Skillet Apple Pork Chops with Roasted Sweet Potatoes & Zucchini
kcal
- Carbs
- 76g
- Protein
- 50g
- Fat
- 21g
Per serving
Prep
15 min
Cook
30 min
Servings
2
Difficulty
Easy
Ingredients
- 500 gSweet potato
- 180 gApple
- 2 pcsGarlic
- 1 pcsLemon
- 360 gPork chop
- 200 gZucchini
- 1 pcsBouillon cube
- 1 tbspOil
- 1.5 tspSugar
- 2 tbspButter
- 120 mlWater
- 1 tspSalt
- 0.5 tspPepper
Instructions
- 1
Prep & Preheat
- Adjust oven racks to top and middle positions and preheat oven to 230 °C (450 °F).
- Dice sweet potatoes into ~1–1.5 cm cubes. Toss on a baking sheet with a drizzle of vegetable oil, salt and pepper and place on the top rack; roast 12 minutes.
- 2
Prepare produce
- Halve, core and thinly slice the apple. Mince the garlic. Quarter the lemon.

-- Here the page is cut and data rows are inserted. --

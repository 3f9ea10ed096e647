import { numberInWords } from "kinetics-core/quantities";
import type { RateLawInput } from "./rate-law";
import { heldOrders, type UsableRun } from "./usable-runs";

/**
 * Sizes that a law can be computed from: weights are squares of ratios of squares, and a double ends at 1e308. In a
 * litre of 1e-30 mol/L there is not one molecule, in any unit that is typed.
 */
const SMALLEST = 1e-30;
const LARGEST = 1e30;
/** A relative uncertainty beyond says nothing that this one does not. */
const LARGEST_RELATIVE = 1e6;
/** Orders of real laws end at a few. */
const LARGEST_ORDER = 20;

/** The first number that is out of range, as a sentence with its place, or null. */
export function refusedSize(input: RateLawInput, runs: readonly UsableRun[]): string | null {
  const held = heldOrders(input);
  const order = held.findIndex((one) => one !== null && Math.abs(one) > LARGEST_ORDER);
  if (order >= 0)
    return `The order of ${input.species[order] ?? ""} is held at ${numberInWords(held[order] ?? 0)}; orders from −${LARGEST_ORDER} to ${LARGEST_ORDER} can be held.`;
  const shared = (input.shared ?? []).find(
    (one) => Number.isFinite(one.relative) && one.relative > LARGEST_RELATIVE,
  );
  if (shared !== undefined)
    return `A shared error has the relative uncertainty ${numberInWords(shared.relative)}; up to ${numberInWords(LARGEST_RELATIVE)} is computed with. Look for a wrong power of ten.`;
  for (const run of runs) {
    const found = outOfRange(run, input.species, held);
    if (found !== null) return found;
  }
  return null;
}

function outOfRange(
  run: UsableRun,
  species: readonly string[],
  held: readonly (number | null)[],
): string | null {
  const sizes: readonly (readonly [string, number])[] = [
    ["rate", Math.abs(run.rate)],
    ["standard error of the rate", run.rateError],
    ...species.flatMap((name, i) =>
      held[i] === 0 ? [] : [[`concentration of ${name}`, run.concentrations[i] ?? 0] as const],
    ),
  ];
  const wrong = sizes.find(([, size]) => size !== 0 && !(size >= SMALLEST && size <= LARGEST));
  if (wrong !== undefined)
    return `The ${wrong[0]} of ${run.label} is ${numberInWords(wrong[1])}; sizes from ${numberInWords(SMALLEST)} to ${numberInWords(LARGEST)} are computed with. Look for a wrong power of ten or a wrong unit.`;
  const uncertain = run.privateErrors.findIndex((error) => error > LARGEST_RELATIVE);
  if (uncertain < 0) return null;
  return `The relative uncertainty of ${species[uncertain] ?? ""} in ${run.label} is ${numberInWords(run.privateErrors[uncertain] ?? 0)}; up to ${numberInWords(LARGEST_RELATIVE)} is computed with. Look for a wrong power of ten.`;
}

- Trim and halve the zucchini lengthwise and slice into 1.5 cm half-moons. Toss zucchini on a second baking sheet with oil, salt and pepper and set aside.
- 3
Sear pork chops
- Pat pork chops dry and season with salt and pepper.
- Heat a drizzle of oil in a large pan over medium-high heat. Add pork and cook 4–5 minutes per side until browned and cooked through. Transfer to a plate.
- 4
Finish roasting
- After the sweet potatoes have roasted 12 minutes, put the zucchini sheet on the middle rack and continue roasting both sheets 12–15 minutes more until browned and tender.
- 5
Make apple glaze
- Melt 1 TBSP butter in the pan used for pork over medium-high heat.
- Add apple, season, cook 2–3 minutes; add garlic and cook 30 seconds. Add 120 ml water, chicken stock cube and 1½ tsp sugar. Cook until sauce thickens and apples are very tender, 3–5 minutes.
- Remove from heat and stir in remaining 1 TBSP butter and a squeeze of lemon juice.
- 6
Serve
- Divide pork, sweet potatoes and zucchini between plates. Top pork with the glazed apple sauce and finish zucchini with a squeeze of lemon.